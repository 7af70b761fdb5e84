/*
 * rl_sha256.c - SHA-256 after FIPS 180-4 section 6.2 (constants: section 4.2.2, initial hash:
 * section 5.3.3) and HMAC after RFC 2104 section 2. Written for clarity and small code: one
 * compression function, a 64-word schedule on the stack (256 bytes), no tables but K.
 */
#include "rl_sha256.h"

static const uint32_t K[64] = {
    0x428a2f98u, 0x71374491u, 0xb5c0fbcfu, 0xe9b5dba5u, 0x3956c25bu, 0x59f111f1u, 0x923f82a4u,
    0xab1c5ed5u, 0xd807aa98u, 0x12835b01u, 0x243185beu, 0x550c7dc3u, 0x72be5d74u, 0x80deb1feu,
    0x9bdc06a7u, 0xc19bf174u, 0xe49b69c1u, 0xefbe4786u, 0x0fc19dc6u, 0x240ca1ccu, 0x2de92c6fu,
    0x4a7484aau, 0x5cb0a9dcu, 0x76f988dau, 0x983e5152u, 0xa831c66du, 0xb00327c8u, 0xbf597fc7u,
    0xc6e00bf3u, 0xd5a79147u, 0x06ca6351u, 0x14292967u, 0x27b70a85u, 0x2e1b2138u, 0x4d2c6dfcu,
    0x53380d13u, 0x650a7354u, 0x766a0abbu, 0x81c2c92eu, 0x92722c85u, 0xa2bfe8a1u, 0xa81a664bu,
    0xc24b8b70u, 0xc76c51a3u, 0xd192e819u, 0xd6990624u, 0xf40e3585u, 0x106aa070u, 0x19a4c116u,
    0x1e376c08u, 0x2748774cu, 0x34b0bcb5u, 0x391c0cb3u, 0x4ed8aa4au, 0x5b9cca4fu, 0x682e6ff3u,
    0x748f82eeu, 0x78a5636fu, 0x84c87814u, 0x8cc70208u, 0x90befffau, 0xa4506cebu, 0xbef9a3f7u,
    0xc67178f2u};

static uint32_t rotr(uint32_t x, unsigned n)
{
    return (x >> n) | (x << (32u - n));
}

static void compress(uint32_t h[8], const uint8_t block[RL_SHA256_BLOCK])
{
    uint32_t w[64];
    uint32_t a, b, c, d, e, f, g, hh;
    unsigned t;
    for (t = 0; t < 16u; ++t) {
        w[t] = ((uint32_t)block[4u * t] << 24) | ((uint32_t)block[4u * t + 1u] << 16) |
               ((uint32_t)block[4u * t + 2u] << 8) | (uint32_t)block[4u * t + 3u];
    }
    for (t = 16; t < 64u; ++t) {
        const uint32_t s0 = rotr(w[t - 15u], 7) ^ rotr(w[t - 15u], 18) ^ (w[t - 15u] >> 3);
        const uint32_t s1 = rotr(w[t - 2u], 17) ^ rotr(w[t - 2u], 19) ^ (w[t - 2u] >> 10);
        w[t] = w[t - 16u] + s0 + w[t - 7u] + s1;
    }
    a = h[0];
    b = h[1];
    c = h[2];
    d = h[3];
    e = h[4];
    f = h[5];
    g = h[6];
    hh = h[7];
    for (t = 0; t < 64u; ++t) {
        const uint32_t t1 = hh + (rotr(e, 6) ^ rotr(e, 11) ^ rotr(e, 25)) + ((e & f) ^ (~e & g)) +
                            K[t] + w[t];
        const uint32_t t2 = (rotr(a, 2) ^ rotr(a, 13) ^ rotr(a, 22)) + ((a & b) ^ (a & c) ^ (b & c));
        hh = g;
        g = f;
        f = e;
        e = d + t1;
        d = c;
        c = b;
        b = a;
        a = t1 + t2;
    }
    h[0] += a;
    h[1] += b;
    h[2] += c;
    h[3] += d;
    h[4] += e;
    h[5] += f;
    h[6] += g;
    h[7] += hh;
}

void rl_sha256_init(rl_sha256 *s)
{
    static const uint32_t h0[8] = {0x6a09e667u, 0xbb67ae85u, 0x3c6ef372u, 0xa54ff53au,
                                   0x510e527fu, 0x9b05688cu, 0x1f83d9abu, 0x5be0cd19u};
    unsigned i;
    for (i = 0; i < 8u; ++i) {
        s->h[i] = h0[i];
    }
    s->total = 0;
    s->used = 0;
}

void rl_sha256_update(rl_sha256 *s, const uint8_t *data, size_t len)
{
    size_t i;
    s->total += len;
    for (i = 0; i < len; ++i) {
        s->block[s->used++] = data[i];
        if (s->used == RL_SHA256_BLOCK) {
            compress(s->h, s->block);
            s->used = 0;
        }
    }
}

void rl_sha256_final(rl_sha256 *s, uint8_t out[RL_SHA256_DIGEST])
{
    const uint64_t bits = s->total * 8u;
    unsigned i;
    s->block[s->used++] = 0x80u;
    if (s->used > RL_SHA256_BLOCK - 8u) {
        while (s->used < RL_SHA256_BLOCK) {
            s->block[s->used++] = 0u;
        }
        compress(s->h, s->block);
        s->used = 0;
    }
    while (s->used < RL_SHA256_BLOCK - 8u) {
        s->block[s->used++] = 0u;
    }
    for (i = 0; i < 8u; ++i) {
        s->block[RL_SHA256_BLOCK - 1u - i] = (uint8_t)(bits >> (8u * i));
    }
    compress(s->h, s->block);
    for (i = 0; i < 8u; ++i) {
        out[4u * i] = (uint8_t)(s->h[i] >> 24);
        out[4u * i + 1u] = (uint8_t)(s->h[i] >> 16);
        out[4u * i + 2u] = (uint8_t)(s->h[i] >> 8);
        out[4u * i + 3u] = (uint8_t)s->h[i];
    }
}

void rl_hmac_sha256_init(rl_hmac_sha256_key *k, const uint8_t *key, size_t key_len)
{
    uint8_t block[RL_SHA256_BLOCK];
    size_t i;
    for (i = 0; i < RL_SHA256_BLOCK; ++i) {
        block[i] = 0u;
    }
    if (key_len > RL_SHA256_BLOCK) {
        rl_sha256 s;
        rl_sha256_init(&s);
        rl_sha256_update(&s, key, key_len);
        rl_sha256_final(&s, block);
    } else {
        for (i = 0; i < key_len; ++i) {
            block[i] = key[i];
        }
    }
    for (i = 0; i < RL_SHA256_BLOCK; ++i) {
        block[i] ^= 0x36u;
    }
    rl_sha256_init(&k->inner);
    rl_sha256_update(&k->inner, block, RL_SHA256_BLOCK);
    for (i = 0; i < RL_SHA256_BLOCK; ++i) {
        block[i] ^= (uint8_t)(0x36u ^ 0x5cu);
    }
    rl_sha256_init(&k->outer);
    rl_sha256_update(&k->outer, block, RL_SHA256_BLOCK);
    for (i = 0; i < RL_SHA256_BLOCK; ++i) {
        block[i] = 0u; /* leave no copy of the key on the stack */
    }
}

void rl_hmac_sha256_start(rl_hmac_sha256_ctx *h, const rl_hmac_sha256_key *k)
{
    h->inner = k->inner;
    h->key = k;
}

void rl_hmac_sha256_update(rl_hmac_sha256_ctx *h, const uint8_t *data, size_t len)
{
    rl_sha256_update(&h->inner, data, len);
}

void rl_hmac_sha256_finish(rl_hmac_sha256_ctx *h, uint8_t *out, size_t out_len)
{
    uint8_t digest[RL_SHA256_DIGEST];
    rl_sha256 outer = h->key->outer;
    size_t i;
    rl_sha256_final(&h->inner, digest);
    rl_sha256_update(&outer, digest, RL_SHA256_DIGEST);
    rl_sha256_final(&outer, digest);
    for (i = 0; i < out_len && i < RL_SHA256_DIGEST; ++i) {
        out[i] = digest[i];
    }
}

void rl_hmac_sha256(const uint8_t *key, size_t key_len, const uint8_t *data, size_t len,
                    uint8_t *out, size_t out_len)
{
    rl_hmac_sha256_key k;
    rl_hmac_sha256_ctx h;
    rl_hmac_sha256_init(&k, key, key_len);
    rl_hmac_sha256_start(&h, &k);
    rl_hmac_sha256_update(&h, data, len);
    rl_hmac_sha256_finish(&h, out, out_len);
}
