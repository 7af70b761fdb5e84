"""Test plans: schema validation, the reference they drive, and verdicts on recorded sessions."""

from __future__ import annotations

import copy
from pathlib import Path

import pytest
import yaml

from rigloop.analysis.plan import (
    evaluate_plan, load_plan, plan_duration, plan_reference_spec, plan_segments, validate_plan,
)
from rigloop.exit_codes import EXIT_PLAN_FAILED
from rigloop.analysis.session import load_session
from rigloop.control.reference import build_reference

from analysis_testdata import PLAN

PLANS = Path(__file__).resolve().parents[2] / "configs" / "plans"


def test_shipped_plans_are_valid_and_build_a_reference():
    for path in sorted(PLANS.glob("*.yaml")):
        plan = load_plan(path)
        assert validate_plan(plan) == [], path.name
        ref = build_reference(plan_reference_spec(plan))
        assert len(ref.transitions) == len(plan["segments"])
        assert plan_duration(plan) > plan_segments(plan)[-1].at


def test_plan_reference_spec_and_duration():
    spec = plan_reference_spec(PLAN)
    assert spec == {"kind": "levels", "initial": 1200.0, "blend_s": 0.5,
                    "steps": [{"at": 1.0, "to": 2400.0, "blend_s": 0.5},
                              {"at": 5.0, "to": 1600.0, "blend_s": 1.0}]}
    assert plan_duration(PLAN) == pytest.approx(1.0 + 0.5 + 3.5 + 1.0 + 3.0)
    assert EXIT_PLAN_FAILED == 4


def test_plan_file_may_wrap_the_plan_in_a_plan_key(tmp_path):
    (tmp_path / "p.yaml").write_text(yaml.safe_dump({"plan": PLAN}))
    assert load_plan(tmp_path / "p.yaml") == PLAN
    assert validate_plan("p.yaml", base_dir=tmp_path) == []


def test_a_missing_plan_file_is_a_problem_naming_the_key(tmp_path):
    [problem] = validate_plan("nope.yaml", key="plan", base_dir=tmp_path)
    assert problem.key == "plan" and "not found" in problem.message


def _with(change) -> dict:
    plan = copy.deepcopy(PLAN)
    change(plan)
    return plan


@pytest.mark.parametrize("change, key, words", [
    (lambda p: p.pop("initial"), "plan.initial", "missing"),
    (lambda p: p.update(initial="fast"), "plan.initial", "finite number"),
    (lambda p: p.update(initial=True), "plan.initial", "finite number"),
    (lambda p: p.update(segmens=[]), "plan.segmens", "did you mean 'segments'"),
    (lambda p: p.update(segments=[]), "plan.segments", "non-empty list"),
    (lambda p: p.update(lead_s=-1.0), "plan.lead_s", ">= 0"),
    (lambda p: p.update(settle_band_pct=150), "plan.settle_band_pct", "between 0 and 100"),
    (lambda p: p["segments"][0].pop("hold_s"), "plan.segments.0.hold_s", "missing"),
    (lambda p: p["segments"][1].update(blend_s=0), "plan.segments.1.blend_s", "> 0"),
    (lambda p: p["segments"][1].update(to=2400.0), "plan.segments.1.to", "need a change of level"),
    (lambda p: p["segments"][0]["criteria"].update(settle_time={"max": 1}),
     "plan.segments.0.criteria.settle_time", "did you mean 'settling_time_s'"),
    (lambda p: p["segments"][0]["criteria"].update(overshoot_pct={"maximum": 1}),
     "plan.segments.0.criteria.overshoot_pct.maximum", "use min or max"),
    (lambda p: p["segments"][0]["criteria"].update(overshoot_pct={"min": 5, "max": 1}),
     "plan.segments.0.criteria.overshoot_pct.min", "must not exceed max"),
    (lambda p: p["segments"][0]["criteria"].update(overshoot_pct=5),
     "plan.segments.0.criteria.overshoot_pct", "{min: X, max: Y}"),
    (lambda p: p["criteria"].update(no_trip="yes"), "plan.criteria.no_trip", "true or false"),
    (lambda p: p["criteria"].update(no_trip_s=True), "plan.criteria.no_trip_s", "did you mean 'no_trip'"),
    (lambda p: p["segments"][0]["criteria"].update(no_trip=True),
     "plan.segments.0.criteria.no_trip", "'no_trip' belongs under plan.criteria"),
    (lambda p: p["criteria"].update(settle_time={"max": 1}),
     "plan.criteria.settle_time", "did you mean 'settling_time_s'? 'settling_time_s' belongs under a segment"),
])
def test_validation_problems_name_the_key(change, key, words):
    problems = validate_plan(_with(change), key="plan")
    assert [p.key for p in problems] == [key], problems
    assert words in problems[0].message


def test_a_plan_that_is_not_a_mapping_is_one_problem():
    [problem] = validate_plan([1, 2], key="plan")
    assert problem.key == "plan" and "mapping" in problem.message


def test_plan_functions_refuse_an_invalid_plan_with_the_problems():
    with pytest.raises(ValueError, match="plan.initial"):
        plan_duration(_with(lambda p: p.pop("initial")))


def _plan_session(make_session, name, **options):
    spec = plan_reference_spec(PLAN)
    return load_session(make_session(name, reference=spec, duration_s=0.5 + plan_duration(PLAN),
                                     plan=PLAN, **options))


def test_a_good_session_passes_every_criterion(make_session):
    s = _plan_session(make_session, "good", zeta=0.9, omega=12.0)
    result = evaluate_plan(PLAN, s)
    assert result.passed, [c.message for c in result.failed]
    names = [(c.segment, c.name) for c in result.criteria]
    assert ("step up", "completed") in names and ("step up", "settling_time_s") in names
    assert (None, "no_trip") in names and (None, "rms_error") in names
    d = result.as_dict()
    assert d["passed"] is True and d["failed"] == 0 and len(d["criteria"]) == len(result.criteria)


def test_an_underdamped_session_fails_and_names_the_criterion(make_session):
    s = _plan_session(make_session, "bad", zeta=0.2, omega=12.0)
    result = evaluate_plan(PLAN, s)
    assert not result.passed
    failed = {(c.segment, c.name) for c in result.failed}
    assert ("step up", "overshoot_pct") in failed
    msg = next(c.message for c in result.failed if c.name == "overshoot_pct")
    assert "above the maximum 5 %" in msg


def test_a_tripped_session_fails_no_trip_and_the_unfinished_segment(make_session):
    s = _plan_session(make_session, "tripped", zeta=0.9, omega=12.0, trip_at=6.0)
    result = evaluate_plan(PLAN, s)
    failed = {(c.segment, c.name): c for c in result.failed}
    assert (None, "no_trip") in failed and "tripped" in failed[(None, "no_trip")].message
    assert ("step down", "completed") in failed
    assert "not completed" in failed[("step down", "completed")].message
    assert ("step down", "settling_time_s") in failed
    assert ("step up", "completed") not in failed


def test_a_wider_settling_band_gives_an_earlier_settling_time(make_session):
    s = _plan_session(make_session, "band", zeta=0.45, omega=8.0)
    narrow = evaluate_plan(PLAN, s)
    wide = evaluate_plan({**PLAN, "settle_band_pct": 10.0}, s)

    def settle(result):
        return next(c.value for c in result.criteria
                    if c.segment == "step up" and c.name == "settling_time_s")
    assert settle(wide) < settle(narrow)


def test_nan_values_fail_with_a_reason(make_session):
    plan = _with(lambda p: p["segments"][0]["criteria"].update(settling_time_s={"max": 9.0}))
    s = _plan_session(make_session, "slow", zeta=1.0, omega=0.8)      # far too slow to settle
    result = evaluate_plan(plan, s)
    c = next(c for c in result.criteria if c.segment == "step up" and c.name == "settling_time_s")
    assert not c.passed and "not settled within the segment (band ±2 % of the change)" in c.message
    assert c.as_dict()["value"] is None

##########

WHAT YOU WILL DO: Only lines with the string "completed" are wanted; please find each one in the listing and copy it.

EXERCISE OUTPUT:
    assert ("step up", "completed") in names and ("step up", "settling_time_s") in names
    assert ("step down", "completed") in failed
    assert "not completed" in failed[("step down", "completed")].message
    assert ("step up", "completed") not in failed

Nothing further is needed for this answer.